◆ **What is being asked**: Nothing in the records may be dropped. Retype them all exactly.

─── Data supplied

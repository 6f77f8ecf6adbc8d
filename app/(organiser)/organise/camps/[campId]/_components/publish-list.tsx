import type { Route } from 'next';
import Link from 'next/link';
import { StateMark } from '@/components/ui/state-mark';
import type { ChecklistItem } from '@/lib/domain/camp/checklist-item';
import type { CampId } from '@/lib/domain/shared/ids';

type PublishListProps = { campId: CampId; items: readonly ChecklistItem[]; mends: boolean };

/** What is missing, each with the page that mends it; what is done, in one line. */
export function PublishList({ campId, items, mends }: PublishListProps) {
  const open = items.filter(({ missing }) => missing !== null);
  const done = items.filter(({ missing }) => missing === null);
  return (
    <>
      {open.length > 0 && (
        <ul className="border-t border-line">
          {open.map(({ code, level, title, missing, mend }) => (
            <li
              key={code}
              className="grid gap-x-6 border-b border-line py-3 sm:grid-cols-[9.5rem_minmax(0,1fr)_auto] sm:items-center"
            >
              <StateMark tone={level === 'must' ? 'stop' : 'wait'}>
                {level === 'must' ? 'Must have' : 'Should have'}
              </StateMark>
              <p className="break-words">
                <span className="font-semibold">{title}.</span> {missing}
              </p>
              {mends && (
                <Link
                  href={`/organise/camps/${campId}/${mend}` as Route}
                  className="inline-flex min-h-target items-center"
                >
                  Mend<span className="sr-only"> {title.toLowerCase()}</span>
                </Link>
              )}
            </li>
          ))}
        </ul>
      )}
      {done.length > 0 && (
        <p className="mt-4 text-small text-soft">
          <StateMark tone="done">Done</StateMark> {done.map(({ title }) => title.toLowerCase()).join(', ')}.
        </p>
      )}
    </>
  );
}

──────

◆ **Task response**:
repository 6f77f8ecf6adbc8d
filename app/(organiser)/organise/camps/[campId]/_components/publish-list.tsx
import type { Route } from 'next';
import Link from 'next/link';
import { StateMark } from '@/components/ui/state-mark';
import type { ChecklistItem } from '@/lib/domain/camp/checklist-item';
import type { CampId } from '@/lib/domain/shared/ids';

type PublishListProps = { campId: CampId; items: readonly ChecklistItem[]; mends: boolean };

/** What is missing, each with the page that mends it; what is done, in one line. */
export function PublishList({ campId, items, mends }: PublishListProps) {
  const open = items.filter(({ missing }) => missing !== null);
  const done = items.filter(({ missing }) => missing === null);
  return (
    <>
      {open.length > 0 && (
        <ul className="border-t border-line">
          {open.map(({ code, level, title, missing, mend }) => (
            <li
              key={code}
              className="grid gap-x-6 border-b border-line py-3 sm:grid-cols-[9.5rem_minmax(0,1fr)_auto] sm:items-center"
            >
              <StateMark tone={level === 'must' ? 'stop' : 'wait'}>
                {level === 'must' ? 'Must have' : 'Should have'}
              </StateMark>
              <p className="break-words">
                <span className="font-semibold">{title}.</span> {missing}
              </p>
              {mends && (
                <Link
                  href={`/organise/camps/${campId}/${mend}` as Route}
                  className="inline-flex min-h-target items-center"
                >
                  Mend<span className="sr-only"> {title.toLowerCase()}</span>
                </Link>
              )}
            </li>
          ))}
        </ul>
      )}
      {done.length > 0 && (
        <p className="mt-4 text-small text-soft">
          <StateMark tone="done">Done</StateMark> {done.map(({ title }) => title.toLowerCase()).join(', ')}.
        </p>
      )}
    </>
  );
}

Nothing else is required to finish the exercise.